Work required —
The answer should consist of each line from the data below that includes "failed".

=== Begin Enclosure ===

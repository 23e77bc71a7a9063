#include "wetfront/profiles/hdf5_handles.hpp"

#include <fmt/format.h>

namespace wetfront::profiles::hdf5 {

namespace {

// A file whose close fails (a full disk while a temporary run file is given up) stays half closed
// in HDF5 1.10, and the library's own clean-up at exit then crashes on it (H5F__close_cb). wetfront
// closes every file it opens itself, so that clean-up is switched off before the library starts.
[[maybe_unused]] const bool no_library_clean_up_at_exit = H5dont_atexit() >= 0;

// Walking upward starts at the function that detected the error, the most specific place.
herr_t keep_first_message(unsigned depth, const H5E_error2_t* entry, void* client_data) {
  auto* message = static_cast<std::string*>(client_data);
  if (depth == 0 && entry->desc != nullptr) *message = entry->desc;
  return 0;
}

// A failed write of the file driver spells out time, file, descriptor, buffer and offsets; the
// start and the system's own words say it ("file write failed: File too large").
std::string without_driver_details(const std::string& message) {
  const std::string mark = "error message = '";
  const std::size_t cause = message.find(mark);
  if (cause == std::string::npos) return message;
  const std::size_t start = cause + mark.size();
  const std::size_t end = message.find('\'', start);
  return fmt::format("{}: {}", message.substr(0, message.find(':')), message.substr(start, end - start));
}

}  // namespace

std::string library_message() {
  std::string message;
  H5Ewalk2(H5E_DEFAULT, H5E_WALK_UPWARD, keep_first_message, &message);
  return without_driver_details(message);
}

std::string failure_text(std::string_view what) {
  const std::string detail = library_message();
  if (detail.empty()) return std::string(what);
  return fmt::format("{} (HDF5: {})", what, detail);
}

void check(herr_t status, std::string_view what) {
  if (status < 0) throw Error(failure_text(what));
}

QuietErrors::QuietErrors() {
  H5Eget_auto2(H5E_DEFAULT, &previous_function_, &previous_data_);
  H5Eset_auto2(H5E_DEFAULT, nullptr, nullptr);
}

QuietErrors::~QuietErrors() { H5Eset_auto2(H5E_DEFAULT, previous_function_, previous_data_); }

}  // namespace wetfront::profiles::hdf5
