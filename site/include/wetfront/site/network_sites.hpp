// The sites of a network: each site's own files, and the sites run over the ranks of a
// studies::TaskRunner (rank 0 writes every file; the other ranks send a site's summary and the
// bytes of its files). No MPI here: the runner carries the bytes.
#pragma once

#include <string>
#include <vector>

#include "wetfront/site/network.hpp"
#include "wetfront/site/output_files.hpp"
#include "wetfront/studies/task_runner.hpp"

namespace wetfront::site {

// The site's own files, as a season run writes them by default (default_season_files): SITE.h5
// beside the site file, with SITE-visits.csv and, with sensors, SITE-sensors.csv.
OutputPlan site_outputs(const SiteSetup& setup, bool force);

// check_outputs of site_outputs, one site at a time with the writers (it reads HDF5 files).
void check_site_outputs(const SiteSetup& setup, bool force);

// Writes a season's own files (site_outputs), one site at a time (HDF5 is not thread-safe here).
void write_site_files(const SeasonResult& result, bool force);

// Reads every input of every site through base::read_input_file, so that rank 0's recording
// holds them all; a site that cannot be read is left to its run, which reports it.
void read_network_inputs(const NetworkPlan& plan);

// One site on any rank: the request is the site's number in the plan and its site file, the
// result its summary and the bytes of its files (written to a scratch folder of that rank, then
// removed). The other ranks need no plan: nothing of the summary's folder is checked there.
studies::TaskHandler network_site_task(const std::string& program_version);

// Rank 0: every site over `ranks`, each site's files written as its result arrives; the same
// summaries as run_network with write_site_files and the output check. Sites that cannot
// be loaded or whose files may not be written are run on rank 0, which finds the same failure.
std::vector<NetworkSite> run_network_on_ranks(const NetworkPlan& plan, studies::TaskRunner& ranks,
                                              const std::string& program_version, bool force,
                                              const NetworkProgress& progress);

// Every site of the plan with its own files checked before its run and written after it: over
// `ranks` when given (run_network_on_ranks), else on `threads` threads (run_network).
std::vector<NetworkSite> run_network_with_files(const NetworkPlan& plan, studies::TaskRunner* ranks, unsigned threads,
                                                const std::string& program_version, bool force,
                                                const NetworkProgress& progress);

}  // namespace wetfront::site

=== End Enclosure ===

Result for this task —
// A failed write of the file driver spells out time, file, descriptor, buffer and offsets; the
// start and the system's own words say it ("file write failed: File too large").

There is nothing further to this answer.